I just switched from Oracle to using Cassandra 2.0 with Datastax driver and I'm having difficulty structuring my model for this big data approach. I have a Persons table with UUID and serialized Persons. These Persons have lists of addresses, names, identifications, and DOBs. For each of these lists I have an additional table with a compound key on each value in the respective list and the additional person_UUID column. This model feels too relational to me, but I don't know how else to structure it so that I can have index(am able to search by) on address, name, identification, and DOB. If Cassandra supported indexes on lists I would have just the one Persons table containing indexed lists for each of these.
In my application we receive transactions, which can contain within them 0 or more of each of those address, name, identification, and DOB. The persons are scored based on which person matched which criteria. A single person with the highest score is matched to a transaction. Any additional address, name, identification, and DOB data from the transaction that was matched is then added to that person.
The problem I'm having is that this matching is taking too long and the processing is falling far behind. This is caused by having to loop through result sets performing additional queries since I can't make complex queries in Cassandra, and I don't have sufficient memory to just do a huge select all and filter in java. For instance, I would like to select all Persons having at least two names in common with the transaction (names can have their order scrambled, so there is no first, middle, last; that would just be three names) but this would require a 'group by' which Cassandra does not support, and if I just selected all having any of the names in common in order to filter in java the result set is too large and i run out of memory.
I'm currently searching by only Identifications and Addresses, which yield a smaller result set (although it could still be hundreds) and for each one in this result set I query to see if it also matches on names and/or DOB. Besides still being slow this does not meet the project's requirements as a match on Name and DOB alone would be sufficient to link a transaction to a person if no higher score is found.
I know in Cassandra you should model your tables by the queries you do, not by the relationships of the entities, but I don't know how to apply this while maintaining the ability to query individually by address, name, identification, and DOB.
Any help or advice would be greatly appreciated. I'm very impressed by Cassandra but I haven't quite figured out how to make it work for me.
Tables:
Persons
[UUID | serialized_Person]
addresses
[address | person_UUID]
names
[name | person_UUID]
identifications
[identification | person_UUID]
DOBs
[DOB | person_UUID]
I did a lot more reading, and I'm now thinking I should change these tables around to the following:
Persons
[UUID | serialized_Person]
addresses
[address | Set of person_UUID]
names
[name | Set of person_UUID]
identifications
[identification | Set of person_UUID]
DOBs
[DOB | Set of person_UUID]
But I'm afraid of going beyond the max storage for a set(65,536 UUIDs) for some names and DOBs. Instead I think I'll have to do a dynamic column family with the column names as the Person_UUIDs, or is a row with over 65k columns very problematic as well? Thoughts?

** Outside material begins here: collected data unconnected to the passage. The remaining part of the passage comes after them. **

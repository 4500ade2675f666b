"""Does a sensor report as it is declared: raw, or compensated for temperature? The data themselves tell.

Raw conductivity of the same water follows its temperature by about 2 % a kelvin; a compensated value does not.
From pairs of readings a few hours apart, between which the temperature moved, comes the share of the expected
change that the reported value made: 1 for raw, 0 for compensated, -1 for a value that was compensated twice. In
a tank whose salinity is steady these shares lie close together; where salinity moves with the temperature (a
tidal intake) they do not, and the check says that it cannot tell. A second sensor in the same water helps there:
the ratio of the two does not depend on salinity.
"""

from __future__ import annotations

import math
from dataclasses import dataclass
from enum import StrEnum
from typing import TYPE_CHECKING, Final

import numpy as np

from analysis.sensor.trend import DAY_US, block_medians, steps_of_the_water, without_changes
from analysis.water.compensation import Compensation

if TYPE_CHECKING:
    from numpy.typing import ArrayLike

    from analysis.arrays import FloatArray, IntArray

LAGS_US: Final = tuple(round(hours * 3_600e6) for hours in (2.0, 4.0, 8.0))
LEAST_CHANGE: Final = 0.008
"""Pairs count where the compensation factor changed by at least this: about 0.4 K."""
FEWEST_PAIRS: Final = 24
STRETCH_US: Final = LAGS_US[-1]
FEWEST_STRETCHES: Final = 4
"""Pairs must come from so many different stretches of eight hours: one event is no evidence."""
LEAST_CONDUCTIVITY_MS_CM: Final = 0.05

BLOCK_US: Final = round(0.25 * 3_600e6)
"""Medians of quarters of an hour are compared."""
LEAST_STEP: Final = 0.02
"""A larger change of ln(conductivity) between neighbouring blocks may be a step of the water: left out."""

NEAR: Final = 0.35
"""How far the middle share may lie from 1, 0 or -1."""
WIDEST: Final = 0.6
"""Half the distance from the 10th to the 90th percentile beyond which the shares do not agree."""


class CompensationVerdict(StrEnum):
    """What the data say of the declaration."""

    CONSISTENT = "consistent"
    LOOKS_COMPENSATED = "declared-raw-looks-compensated"
    LOOKS_RAW = "declared-compensated-looks-raw"
    LOOKS_COMPENSATED_TWICE = "looks-compensated-twice"
    UNDECIDED = "undecided"
    TOO_LITTLE_CHANGE = "temperature-changed-too-little"


@dataclass(frozen=True, slots=True)
class CompensationEvidence:
    """The verdict and the numbers behind it.

    Parameters
    ----------
    verdict : CompensationVerdict
    share_followed : float
        Middle share of the expected change that the reported value made; NaN with too few pairs. [1]
    share_low, share_high : float
        10th and 90th percentile. [1]
    expected_share : float
        1 for a sensor declared raw, 0 for one declared compensated.
    pairs : int
        How many pairs of readings were compared.
    temperature_span_K : float
        Between the 2nd and the 98th percentile. [K]
    hours : float
        From the first to the last reading used. [h]
    """

    verdict: CompensationVerdict
    share_followed: float
    share_low: float
    share_high: float
    expected_share: float
    pairs: int
    temperature_span_K: float
    hours: float

    @property
    def contradicts_declaration(self) -> bool:
        """Whether the declaration must be wrong."""
        return self.verdict in {
            CompensationVerdict.LOOKS_COMPENSATED,
            CompensationVerdict.LOOKS_RAW,
            CompensationVerdict.LOOKS_COMPENSATED_TWICE,
        }

    @property
    def sentence(self) -> str:
        """The evidence in words, for a terminal or a record."""
        if self.verdict is CompensationVerdict.TOO_LITTLE_CHANGE:
            return (
                f"Cannot tell yet: the temperature moved {self.temperature_span_K:.1f} K in {self.hours:.0f} h, "
                f"which gave {self.pairs} usable pairs of readings."
            )
        figures = (
            f"In {self.pairs} pairs of readings over {self.hours:.0f} h the reported conductivity made "
            f"{100 * self.share_followed:.0f} % of the change that raw conductivity makes with temperature "
            f"(80 % of the pairs between {100 * self.share_low:.0f} and {100 * self.share_high:.0f} %)."
        )
        return f"{figures} {_MEANINGS[self.verdict]}"


_MEANINGS = {
    CompensationVerdict.CONSISTENT: "That fits the declaration.",
    CompensationVerdict.LOOKS_COMPENSATED: (
        "It is declared raw (100 % expected) but behaves as if the sensor compensates already."
    ),
    CompensationVerdict.LOOKS_RAW: "It is declared compensated (0 % expected) but behaves like raw conductivity.",
    CompensationVerdict.LOOKS_COMPENSATED_TWICE: (
        "It falls when the water warms: it looks as if it were compensated twice."
    ),
    CompensationVerdict.UNDECIDED: "The pairs do not agree: salinity moves with temperature here, so nothing follows.",
}


def check_compensation(
    reported_mS_cm: ArrayLike,
    *,
    temperature_degC: ArrayLike,
    measured_at_us: ArrayLike,
    is_declared_compensated: bool,
    compensation: Compensation | None = None,
    neighbour_mS_cm: ArrayLike | None = None,
) -> CompensationEvidence:
    """Return whether reported conductivities bear out how the sensor is declared to report.

    Parameters
    ----------
    reported_mS_cm : array_like, (rows,)
        As the sensor sends them, nothing undone. NaN and nearly dry readings are left out. [mS/cm]
    temperature_degC : array_like, (rows,)
        [degC]
    measured_at_us : array_like of int, (rows,)
        In order of time. [us]
    is_declared_compensated : bool
        What the site file says.
    compensation : Compensation, optional
        The declared method; linear 1.91 %/K at 25 degC by default. The coefficient hardly matters here.
    neighbour_mS_cm : array_like, (rows,), optional
        Conductivity by a believed second sensor of the same water at the same times, at the water's own
        temperature (any compensation undone). [mS/cm]

    Returns
    -------
    CompensationEvidence
    """
    method = compensation or Compensation()
    reported = np.asarray(reported_mS_cm, dtype=np.float64)
    temperature = np.asarray(temperature_degC, dtype=np.float64)
    time_us = np.asarray(measured_at_us, dtype=np.int64)
    # what raw conductivity of this water would be, but for a constant: that of the neighbour, else steady salinity
    beside = np.ones(reported.shape) if neighbour_mS_cm is None else np.asarray(neighbour_mS_cm, dtype=np.float64)
    with np.errstate(invalid="ignore"):
        usable = (reported > LEAST_CONDUCTIVITY_MS_CM) & (beside > LEAST_CONDUCTIVITY_MS_CM)
        usable &= np.isfinite(temperature) & np.isfinite(reported) & np.isfinite(beside)
    logarithm = np.log(reported[usable]) - np.log(beside[usable])
    middle_us, logarithm, warmth = _blocks(time_us[usable], logarithm, temperature[usable])
    steps = steps_of_the_water(logarithm, least_step=LEAST_STEP)
    due = np.log(method.factor(warmth))
    shares, stretches = _shares(middle_us, without_changes(logarithm, steps), without_changes(due, steps))
    if neighbour_mS_cm is not None:
        shares = shares + 1.0  # the neighbour follows its temperature in full
    span = float(np.ptp(np.percentile(warmth, (2.0, 98.0)))) if warmth.shape[0] else 0.0
    length_us = int(middle_us[-1] - middle_us[0]) if middle_us.shape[0] else 0
    expected = 0.0 if is_declared_compensated else 1.0
    low, middle, high = np.percentile(shares, (10.0, 50.0, 90.0)) if shares.shape[0] else (math.nan,) * 3
    is_enough = shares.shape[0] >= FEWEST_PAIRS and stretches >= FEWEST_STRETCHES
    return CompensationEvidence(
        verdict=_verdict(middle, 0.5 * (high - low), expected) if is_enough else CompensationVerdict.TOO_LITTLE_CHANGE,
        share_followed=float(middle),
        share_low=float(low),
        share_high=float(high),
        expected_share=expected,
        pairs=int(shares.shape[0]),
        temperature_span_K=span,
        hours=length_us / 3_600e6,
    )


def _blocks(
    time_us: IntArray, logarithm: FloatArray, temperature: FloatArray
) -> tuple[IntArray, FloatArray, FloatArray]:
    """Return the middles of the blocks that hold readings, with the medians in each."""
    level, day = block_medians(logarithm, time_us=time_us, block_us=BLOCK_US)
    warmth, _ = block_medians(temperature, time_us=time_us, block_us=BLOCK_US)
    return np.rint(day * DAY_US).astype(np.int64), level, warmth


def _shares(time_us: IntArray, logarithm: FloatArray, factor: FloatArray) -> tuple[FloatArray, int]:
    """Return the change of ln(reported) over the change of ln(factor) for pairs with enough change.

    And from how many stretches of eight hours they come.
    """
    found, began = [], []
    for lag in LAGS_US:
        later = np.searchsorted(time_us, time_us + lag)
        first = np.flatnonzero(later < time_us.shape[0])
        second = later[first]
        near = time_us[second] - time_us[first] <= lag + lag // 2
        first, second = first[near], second[near]
        due = factor[second] - factor[first]
        moved = np.abs(due) >= LEAST_CHANGE
        found.append((logarithm[second] - logarithm[first])[moved] / due[moved])
        began.append(time_us[first[moved]] // STRETCH_US)
    return np.concatenate(found), int(np.unique(np.concatenate(began)).shape[0])


def _verdict(middle: float, half_width: float, expected: float) -> CompensationVerdict:
    if not half_width <= WIDEST:
        return CompensationVerdict.UNDECIDED
    if abs(middle - expected) <= NEAR:
        return CompensationVerdict.CONSISTENT
    if abs(middle + 1.0) <= NEAR:
        return CompensationVerdict.LOOKS_COMPENSATED_TWICE
    if expected == 1.0 and abs(middle) <= NEAR:
        return CompensationVerdict.LOOKS_COMPENSATED
    if expected == 0.0 and abs(middle - 1.0) <= NEAR:
        return CompensationVerdict.LOOKS_RAW
    return CompensationVerdict.UNDECIDED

It looks like you can't have these dynamic column families in the new version of Cassandra, you have to alter the table to insert the new column with a specific name. I don't know how to store more than 64k values for a row then. With a perfect distribution I will run out of space for DOBs with 23 million persons, I'm expecting to have over 200 million persons. Maybe I have to just have multiple set columns?
DOBs
[DOB | Set of person_UUID_A | Set of person_UUID_B | Set of person_UUID_C]
and I just check size and alter table if size = 64k? Anything better I can do?

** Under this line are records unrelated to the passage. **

"""Slow one-sided change of a sensor against what it should agree with: the mark of fouling and drift."""

from __future__ import annotations

from dataclasses import dataclass
from typing import TYPE_CHECKING, Final

import numpy as np

from analysis.arrays import MICROSECONDS_PER_SECOND

if TYPE_CHECKING:
    from collections.abc import Sequence

    from analysis.arrays import BoolArray, FloatArray, IntArray

BLOCK_US: Final = 2 * 3600 * MICROSECONDS_PER_SECOND
DAY_US: Final = 86_400 * MICROSECONDS_PER_SECOND
FEWEST_BLOCKS: Final = 12
MOST_BLOCKS: Final = 180
"""A fortnight of two-hour blocks; longer records use longer blocks."""

LEAST_STEP: Final = 0.004
"""Steps of the water below 0.4 % are left in. [ln]"""

LEAST_CAUSE: Final = 0.1
"""A cause must change by so much between blocks: 0.1 K, 0.1 m."""

_NORMAL_95 = 1.645


@dataclass(frozen=True, slots=True)
class Trend:
    """A straight line through the medians of blocks of time, by the method of Theil and Sen.

    Parameters
    ----------
    percent_per_day : float
        Slope. [%/d]
    low_percent_per_day, high_percent_per_day : float
        Its 90 % confidence bounds: one-sided 95 % each.
    days : float
        Length of the record. [d]
    percent : float
        Slope times length. [%]
    steadiness : float
        Change from the first to the last quarter of the record over the sum of the changes between quarters,
        each without its sign: 1 for a creep that never turns back.
    largest_step_share : float
        Largest change between neighbouring blocks over the whole change: near 1 for a step, small for a creep.
    """

    percent_per_day: float
    low_percent_per_day: float
    high_percent_per_day: float
    days: float
    percent: float
    steadiness: float
    largest_step_share: float


def block_medians(values: FloatArray, *, time_us: IntArray, block_us: int = BLOCK_US) -> tuple[FloatArray, FloatArray]:
    """Return the median of each block of time that holds values, and the blocks' middles [d]; rows in order of time."""
    keep = np.isfinite(values)
    if not keep.any():
        return np.zeros(0), np.zeros(0)
    block = time_us[keep] // block_us
    starts = np.flatnonzero(np.concatenate(([True], block[1:] != block[:-1])))
    counts = np.diff(starts, append=block.shape[0])
    ordered = values[keep][np.lexsort((values[keep], block))]
    medians = 0.5 * (ordered[starts + (counts - 1) // 2] + ordered[starts + counts // 2])
    days = (block[starts].astype(np.float64) + 0.5) * (block_us / DAY_US)
    return medians, np.asarray(days)


STEP_DEVIATIONS: Final = 6.0
"""A change between neighbouring blocks this many times the usual one is a step of the water, not a creep."""


def steps_of_the_water(level: FloatArray, *, least_step: float) -> BoolArray:
    """Return which changes between neighbouring blocks are steps: water was changed, it rained, a valve was opened.

    Parameters
    ----------
    level : ndarray of float64, (blocks,)
        One value a block of time.
    least_step : float
        Changes smaller than this are never taken for a step.

    Returns
    -------
    ndarray of bool, (blocks - 1,)
    """
    change = np.diff(level)
    if not change.shape[0]:
        return np.zeros(0, dtype=np.bool_)
    away = np.abs(change - np.median(change))
    usual = 1.4826 * float(np.median(away))
    return np.asarray(away > max(STEP_DEVIATIONS * usual, least_step))


def without_changes(level: FloatArray, left_out: BoolArray) -> FloatArray:
    """Return *level* from the same start, with the changes that are *left_out* not made."""
    if not level.shape[0]:
        return level
    kept = np.where(left_out, 0.0, np.diff(level))
    return np.asarray(level[0] + np.concatenate(([0.0], np.cumsum(kept))))


def trend(values: FloatArray, *, time_us: IntArray, explained_by: Sequence[FloatArray] = ()) -> Trend | None:
    """Return the trend of positive *values* in percent, or None where the record is too short.

    Parameters
    ----------
    values : ndarray of float64, (rows,)
        Salinity, or its ratio to a neighbour's. NaN is left out.
    time_us : ndarray of int64, (rows,)
        In order of time.
    explained_by : sequence of ndarray of float64, (rows,)
        Temperature, water level: what goes with them is taken out first, fouling does not.
    """
    with np.errstate(invalid="ignore", divide="ignore"):
        logarithm = np.where(values > 0.0, np.log(values), np.nan)
    span_us = int(time_us[-1] - time_us[0]) if time_us.shape[0] else 0
    block_us = max(BLOCK_US, -(-span_us // MOST_BLOCKS))
    level, day = block_medians(logarithm, time_us=time_us, block_us=block_us)
    if level.shape[0] < FEWEST_BLOCKS:
        return None
    steps = steps_of_the_water(level, least_step=LEAST_STEP)
    causes = [
        medians
        for cause in explained_by
        for medians, _ in [
            block_medians(np.where(np.isfinite(logarithm), cause, np.nan), time_us=time_us, block_us=block_us)
        ]
        if medians.shape == level.shape
    ]
    level = without_changes(_without(level, causes, ~steps), steps)
    slope, low, high = _theil_sen(level, day)
    quarters = np.array([np.median(part) for part in np.array_split(level, 4)])
    total = float(np.abs(np.diff(quarters)).sum())
    whole = abs(float(quarters[-1] - quarters[0]))
    days = float(day[-1] - day[0])
    return Trend(
        percent_per_day=100.0 * slope,
        low_percent_per_day=100.0 * low,
        high_percent_per_day=100.0 * high,
        days=days,
        percent=100.0 * slope * days,
        steadiness=whole / total if total > 0.0 else 0.0,
        largest_step_share=float(np.abs(np.diff(level)).max()) / whole if whole > 0.0 else 1.0,
    )


def _without(level: FloatArray, causes: list[FloatArray], judged: BoolArray) -> FloatArray:
    """Take out of *level* what goes with its causes, judged from changes so that two trends do not pair up.

    A cause that hardly moves from block to block explains nothing.
    """
    changes = [np.diff(cause) for cause in causes]
    moving = [index for index, change in enumerate(changes) if float(np.abs(change).max(initial=0.0)) >= LEAST_CAUSE]
    if not moving or int(judged.sum()) < FEWEST_BLOCKS - 2:
        return level
    # the mean is taken out of the changes: a steady creep leaves no trace in them
    terms = np.stack([changes[index][judged] for index in moving], axis=1)
    answer = np.diff(level)[judged]
    shares = np.linalg.lstsq(terms - terms.mean(axis=0), answer - answer.mean(), rcond=None)[0]
    explained = np.stack([causes[index] - causes[index].mean() for index in moving], axis=1) @ shares
    return np.asarray(level - explained)


def _theil_sen(level: FloatArray, day: FloatArray) -> tuple[float, float, float]:
    """Return slope and its 90 % bounds (Theil 1950; Sen 1968), Kendall's variance without ties."""
    first, second = np.triu_indices(level.shape[0], k=1)
    slopes = np.sort((level[second] - level[first]) / (day[second] - day[first]))
    count, pairs = level.shape[0], slopes.shape[0]
    width = _NORMAL_95 * np.sqrt(count * (count - 1) * (2 * count + 5) / 18.0)
    low = max(0, int((pairs - width) / 2.0))
    high = min(pairs - 1, int((pairs + width) / 2.0) + 1)
    return float(np.median(slopes)), float(slopes[low]), float(slopes[high])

I guess it's just CQL3 that enforces this and that if I really wanted I can still do dynamic columns with the Cassandra 2.0?
Ugh, this page from Datastax doc seems to say I had it right the first way...:
When to use a collection
This answer is not very specific, but I'll come back and add to it when I get a chance.
First thing - don't serialize your Persons into a single column. This complicates searching and updating any person info. OTOH, there are people that know what they're saying that disagree with this view. ;)
Next, don't normalize your data. Disk space is cheap. So, don't be afraid to write the same data to two places. You code will need to make sure that the right thing is done.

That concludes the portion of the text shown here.